I use Akg 702 and Denon AHD 2000, been using them for years and know them well, that is the key IMHO.Knowing them well. For me if the stage and mids and uppers are ok on the 702's, and the bottom end sounds just a touch heavy on the denons, i'm good.It will translate to any device,phone,stereo etc.But it is mostly getting to know the phones you are using, not as much (of course good headdies help) which phones you use.I have several other sets for listening, such as superlux hd 681 evo, and sennheiser hd 555,and ultrasone hd550, I wouldn't mix on those but use some of them for comfort whilst tracking etc.If it sounds good on all of those,we're good.Also use the sonarworks and tonebooster plugins, just to have some quick confirmation.But i know my phones well enough to not need those plugins.First trust your ears, then trust your gear...


----------



## JE Martinsen (Apr 18, 2017)

+1 on the Beyerdynamic DT-880! And the DT-770 are amazing cans for the price. Very engaging with a lot of punch, but perhaps not the most ideal for the final mixing stage. I'd recommend the DT-880 since they're semi-open and will isolate a little bit, but I've also been mixing on the DT-770 for many years and when you get to know them it's not hard to get a decent mix on them. Besides, they isolate very well indeed!


----------



## Zhao Shen (Apr 18, 2017)

Mucusman said:


> How do you like them? Pleased? Disappointed?
> 
> My beloved Grado SR-80s have bit the dust. I could send them in for repairs ($50, which is half of what it costs to replace new), but I'm open to other options.

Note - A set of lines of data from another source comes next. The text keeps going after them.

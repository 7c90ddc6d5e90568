// At a field's label: the way onto a knob, or the knob it is on. What it opens comes when it is wanted.
import './fieldKnob.css'
import type { ReactElement } from 'react'
import { parameter } from '../../../../src/set/parameters.ts'
import { usePopup } from '../../../shell/usePopup.ts'
import { useCurrent } from '../../../state/current.ts'

const loadMenu = () => import('./FieldKnobMenu.tsx').then((part) => part.FieldKnobMenu)

export function FieldKnob({ path }: { readonly path: string }) {
  const [Menu, closed] = usePopup(loadMenu, 'menu')
  const knob = useCurrent((s) => s.set.panel.find(({ moves }) => moves.some((move) => move.parameter === path))?.knob)
  const label = parameter(path).label.toLowerCase()
  const name = knob === undefined ? `Put ${label} on a knob` : `${parameter(path).label} is on knob ${knob}`
  const button: ReactElement = (
    <button type="button" className="cw-field-knob" data-on={knob !== undefined || undefined} aria-label={name} title={name} {...closed}>
      <svg viewBox="0 0 16 16" aria-hidden="true">
        <path d="M4.5 12.5A5.5 5.5 0 1 1 11.5 12.5M8 8.5L10.5 5.5" />
      </svg>
      {knob !== undefined && <span className="cw-field-knob-name">{knob}</span>}
    </button>
  )
  return Menu ? <Menu button={button} path={path} /> : button
}
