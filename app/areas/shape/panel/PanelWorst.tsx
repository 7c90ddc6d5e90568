// The worst places of the panel, as panel.box found them: what is wrong there, where each knob stands, and the way there.
import './worst.css'
import { useState } from 'react'
import { LIMITS } from '../../../../src/checks/limits.ts'
import type { Check, PanelWorst as Worst } from '../../../../src/checks/types.ts'
import type { Problem } from '../../../../src/set/result.ts'
import { useCurrent } from '../../../state/current.ts'
import { committedSet } from '../../../state/document.ts'
import { applyMend } from '../../../state/mend.ts'
import { atPositions, goToPositions } from '../../../state/panel.ts'
import { STATUS_SIGN, STATUS_WORD } from '../../../state/verdict.ts'
import { checkFigure } from '../checks/checkWords.ts'
import { type EndOffer, endThatHolds } from './endThatHolds.ts'
import { parameterLabel, placesWords, valueWords, whyNotPanel } from './panelWords.ts'

const ROWS = new Map(LIMITS.map((row) => [row.id, row]))

export function PanelWorst({ check }: { readonly check: Check }) {
  return (
    <ul className="cw-worst" aria-label="Worst places of the panel">
      {(check.worst ?? []).map((worst) => (
        <Place key={worst.id} worst={worst} />
      ))}
    </ul>
  )
}

function Place({ worst }: { readonly worst: Worst }) {
  const set = useCurrent((s) => s.set)
  const [refused, setRefused] = useState<Refused | null>(null)
  const { label, unit } = ROWS.get(worst.id) ?? { label: worst.id, unit: '' }
  const go = () => {
    const problems = goToPositions(`Go to ${label.toLowerCase()}`, worst.positions)
    setRefused(problems.length === 0 ? null : refusedAt(worst, problems))
  }
  const at = Object.entries(worst.at)
  return (
    <li className="cw-worst-place" data-status={worst.status}>
      <p className="cw-worst-head">
        <span className="cw-check-sign" data-status={worst.status} aria-hidden="true">
          {STATUS_SIGN[worst.status]}
        </span>
        <span>{label}</span>
        <span className="cw-worst-figure">{checkFigure({ ...worst, unit })}</span>
      </p>
      <p className="cw-worst-where">
        {STATUS_WORD[worst.status]} · {placesWords(set, worst.positions)}
      </p>
      {at.length > 0 && (
        <p className="cw-worst-where">
          {at.map(([path, value]) => `${parameterLabel(path).toLowerCase()} ${valueWords(path, value)}`).join(', ')}
        </p>
      )}
      <p className="cw-worst-where">{HOW_KNOWN[worst.by]}</p>
      <div className="cw-field-ways">
        <button type="button" className="cw-button" tabIndex={-1} aria-label={`Go there: ${label}`} onClick={go}>
          Go there
        </button>
      </div>
      {refused && (
        <div role="alert" className="cw-worst-refused">
          <p>
            <span aria-hidden="true">■ </span>
            It cannot sound there. {refused.why}.
          </p>
          {refused.offer && (
            <button type="button" className="cw-button" tabIndex={-1} onClick={() => refused.offer && take(refused.offer, setRefused)}>
              {refused.offer.label}
            </button>
          )}
        </div>
      )}
    </li>
  )
}

const HOW_KNOWN: Readonly<Record<Worst['by'], string>> = {
  corners: 'worst corner of the knobs, the figure being monotone in each',
  intervals: 'bounded over intervals of every knob',
  samples: 'worst of the positions tried',
  'rendered corners': 'worst of the corners rendered',
}

interface Refused {
  readonly why: string
  readonly offer: EndOffer | null
}

function refusedAt({ positions }: Worst, problems: readonly Problem[]): Refused {
  const set = committedSet()
  return { why: whyNotPanel(problems[0] as Problem, atPositions(set, positions)), offer: endThatHolds(set, positions) }
}

function take(offer: EndOffer, refuse: (refused: Refused | null) => void): void {
  const proposal = applyMend(offer)
  refuse(proposal.ok ? null : { why: whyNotPanel(proposal.problems[0] as Problem, null), offer: null })
}
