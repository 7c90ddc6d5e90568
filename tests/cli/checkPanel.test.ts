// `check --panel`: panel.box beside the other checks, in the shape others script against, and in the exit code.
import { writeFileSync } from 'node:fs'
import path from 'node:path'
import { afterAll, beforeAll, describe, expect, it } from 'vitest'
import { defaultSet } from '../../src/set/defaults.ts'
import type { ParameterSet } from '../../src/set/types.ts'
import { writeSet } from '../../src/set/write.ts'
import { knob, move, withPanel } from '../checks/panelSets.ts'
import { compiledCommand, type Typed, typed, workFolder } from './typed.ts'

const { folder, clear } = workFolder()
let command: readonly string[]
const run = (...words: string[]): Promise<Typed> => typed(folder, words, { command })

const still: ParameterSet = {
  ...defaultSet(),
  layout: 'mono',
  line: { baseMs: 5, interpolation: 'linear' },
  sweep: { ...defaultSet().sweep, rateHz: 0, depthMs: 0 },
  voices: { count: 1, phaseSpread: 0, spreadMs: 0 },
}
const howls = withPanel(still, [knob('Feedback', [move('loop.feedback', 0, -1.05)], 0.2)])

beforeAll(async () => {
  command = await compiledCommand(folder)
  writeFileSync(path.join(folder, 'howls.set.json'), writeSet(howls))
  writeFileSync(path.join(folder, 'still.set.json'), writeSet(still))
}, 60_000)
afterAll(clear)

describe('check --panel', () => {
  it('names the knob that howls, and fails', async () => {
    const without = await run('check', 'howls.set.json', '--json')
    expect(without.code).toBe(0)
    const { code, stdout } = await run('check', 'howls.set.json', '--panel', '--json')
    expect(code).toBe(1)
    const { verdict, checks } = JSON.parse(stdout)
    expect(verdict).toBe('fails')
    expect(checks.slice(0, -1)).toEqual(JSON.parse(without.stdout).checks)
    const box = checks.at(-1)
    expect(Object.keys(box).slice(0, 7)).toEqual(['id', 'status', 'value', 'limit', 'unit', 'text', 'working'])
    expect(box).toMatchObject({ id: 'panel.box', status: 'fails', value: 'loop.stability' })
    expect(box.worst[0]).toMatchObject({ id: 'loop.stability', status: 'fails', value: 'diverges', at: { 'loop.feedback': -1.05 } })
  }, 60_000)

  it('says so in words, with the end that would hold', async () => {
    const { code, stdout } = await run('check', 'howls.set.json', '--panel')
    expect(code).toBe(1)
    expect(stdout).toMatch(/fails\s+panel\.box\s+Feedback at 1: diverges/)
    expect(stdout).toMatch(/Feedback: feedback up to −0\.9\d* \(panel\[0\]\.moves\[0\]\.max -0\.9/)
  }, 60_000)

  it('holds without a panel', async () => {
    const { code, stdout } = await run('check', 'still.set.json', '--panel', '--json')
    expect(code).toBe(0)
    expect(JSON.parse(stdout).checks.at(-1)).toMatchObject({ id: 'panel.box', status: 'holds', value: null, worst: [] })
  }, 60_000)
})
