import { spawnSync } from 'node:child_process'
import { describe, expect, it } from 'vitest'

// A nursery larger than the whole run could fill: no collection hides what was left behind.
const FLAGS = ['--expose-gc', '--max-semi-space-size=64', '--min-semi-space-size=64', '--import', 'tsx']

// Design 13, row 9: none. One number boxed in every quantum would be 12 bytes or more; a few bytes are what code that runs seldom leaves while
// it is still interpreted, and what the measuring itself takes (seen: 0.1 to 6).
const STEADY_BYTES = 12
// Edits and resets run code that is never hot: the engine interprets it, and its interpreter boxes every fraction it holds (seen: 35). An array or a
// closure made for each sample would be a thousand or more.
const EVENTFUL_BYTES = 64

describe('the audio callback', () => {
  const run = spawnSync(process.execPath, [...FLAGS, new URL('heapProbe.ts', import.meta.url).pathname], { encoding: 'utf8' })
  const left = JSON.parse(run.stdout || '{}') as Record<string, number>

  it('runs the probe', () => {
    expect(run.stderr).toBe('')
    expect(Object.keys(left).length).toBe(5)
  })

  it.each(Object.entries(left))('%s: %s bytes a quantum stay behind', (name, bytes) => {
    expect(bytes).toBeLessThan(/guard|edits/.test(name) ? EVENTFUL_BYTES : STEADY_BYTES)
  })
})
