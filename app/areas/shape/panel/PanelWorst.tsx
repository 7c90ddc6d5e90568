// The worst places of the panel, as panel.box found them: what is wrong there, where each knob stands, and the way there.
import './worst.css'
import { useState } from 'react'
import { LIMITS } from '../../../../src/checks/limits.ts'
import type { Check, PanelWorst as Worst } from '../../../../src/checks/types.ts'
import type { Problem } from '../../../../src/set/result.ts'
import { useCurrent } from '../../../state/current.ts'
import { committedSet } from '../../../state/document.ts'
import { applyMend } from '../../../state/mend.ts'
import { atPositions, goToPositions } from '../../../state/panel.ts'
import { STATUS_SIGN, STATUS_WORD } from '../../../state/verdict.ts'
import { checkFigure } from '../checks/checkWords.ts'
import { type EndOffer, endThatHolds } from './endThatHolds.ts'
import { placesWords, whyNotPanel } from './panelWords.ts'

const ROWS = new Map(LIMITS.map((row) => [row.id, row]))

export function PanelWorst({ check }: { readonly check: Check }) {
  const [all, setAll] = useState(false)
  const places = check.worst ?? []
  const troubled = places.filter(({ status }) => status === 'fails' || status === 'near')
  const shown = all || troubled.length === 0 ? places : troubled
  const rest = places.length - troubled.length
  return (
    <div className="cw-worst">
      <ul aria-label="Worst places of the panel">
        {shown.map((worst) => (
          <Place key={worst.id} worst={worst} />
        ))}
      </ul>
      {troubled.length > 0 && rest > 0 && (
        <button type="button" className="cw-link cw-worst-rest" tabIndex={-1} aria-expanded={all} onClick={() => setAll(!all)}>
          {all ? 'Only what is not inside its limit' : `${rest} more inside their limits`}
        </button>
      )}
    </div>
  )
}

function Place({ worst }: { readonly worst: Worst }) {
  const set = useCurrent((s) => s.set)
  const [refused, setRefused] = useState<Refused | null>(null)
  const { label, unit } = ROWS.get(worst.id) ?? { label: worst.id, unit: '' }
  const go = () => {
    const problems = goToPositions(`Go to ${label.toLowerCase()}`, worst.positions)
    setRefused(problems.length === 0 ? null : refusedAt(worst, problems))
  }
  return (
    <li className="cw-worst-place" data-status={worst.status}>
      <p className="cw-worst-head">
        <span className="cw-check-sign" data-status={worst.status} aria-hidden="true">
          {STATUS_SIGN[worst.status]}
        </span>
        <span>{label}</span>
        <span className="cw-worst-figure">{checkFigure({ ...worst, unit })}</span>
      </p>
      <p className="cw-worst-text">{worst.text}</p>
      <p className="cw-worst-where">
        {STATUS_WORD[worst.status]} · <span title={HOW_KNOWN[worst.by].title}>{HOW_KNOWN[worst.by].word}</span> ·{' '}
        {placesWords(set, worst.positions, worst.at)}
      </p>
      <div className="cw-field-ways">
        <button type="button" className="cw-button" tabIndex={-1} aria-label={`Go there: ${label}`} onClick={go}>
          Go there
        </button>
      </div>
      {refused && (
        <div role="alert" className="cw-worst-refused">
          <p>
            <span aria-hidden="true">■ </span>
            It cannot sound there. {refused.why}.
          </p>
          {refused.offer && (
            <button type="button" className="cw-button" tabIndex={-1} onClick={() => refused.offer && take(refused.offer, setRefused)}>
              {refused.offer.label}
            </button>
          )}
        </div>
      )}
    </li>
  )
}

const HOW_KNOWN: Readonly<Record<Worst['by'], { readonly word: string; readonly title: string }>> = {
  corners: { word: 'a corner', title: 'In each knob the figure only grows or falls: its worst lies at a corner' },
  intervals: { word: 'a bound', title: 'Bounded over intervals of every knob' },
  samples: { word: 'of those tried', title: 'The worst of the positions tried; nothing is shown of those between' },
  'rendered corners': { word: 'a rendered corner', title: 'The worst of the corners rendered' },
}

interface Refused {
  readonly why: string
  readonly offer: EndOffer | null
}

function refusedAt({ positions }: Worst, problems: readonly Problem[]): Refused {
  const set = committedSet()
  return { why: whyNotPanel(problems[0] as Problem, atPositions(set, positions)), offer: endThatHolds(set, positions) }
}

function take(offer: EndOffer, refuse: (refused: Refused | null) => void): void {
  const proposal = applyMend(offer)
  refuse(proposal.ok ? null : { why: whyNotPanel(proposal.problems[0] as Problem, null), offer: null })
}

They're fantastic. There are probably better options out there, like the 650, but for my first outing with open-back headphones, I think I'm in love...


----------



## MillsMixx (Apr 18, 2017)

Although I'm not crazy about the heavy duty extremely long chord that can get in the way, I use HD-700s and love them.


----------



## rvb (Apr 19, 2017)

I've tried MANY different headphones and own a lot, such as the HIFIMAN HE560, DT990pro, T90, HD650, K702 and I have to say for the most flat and honest headphones to translate mixes the best way possible without 'unheard problems afterwards' I would go for the K702! For writing I use the HD650, because they just sound really good and it helps me write easier, for the lows and mids double-check I use the DT990pro. For listening and enjoying music I use the HE650 or the T90! But yeah, that is just my personal experience and opinion about this topic!!!


----------



## Pixelee (Apr 20, 2017)

I didn't like my k701 because it was bass light and made my mixes bassy. Since I switched to Shure SRH1840, I haven't looked back. Not many people I know has them. SOS has a really good review and sound could be on par with the hd800. 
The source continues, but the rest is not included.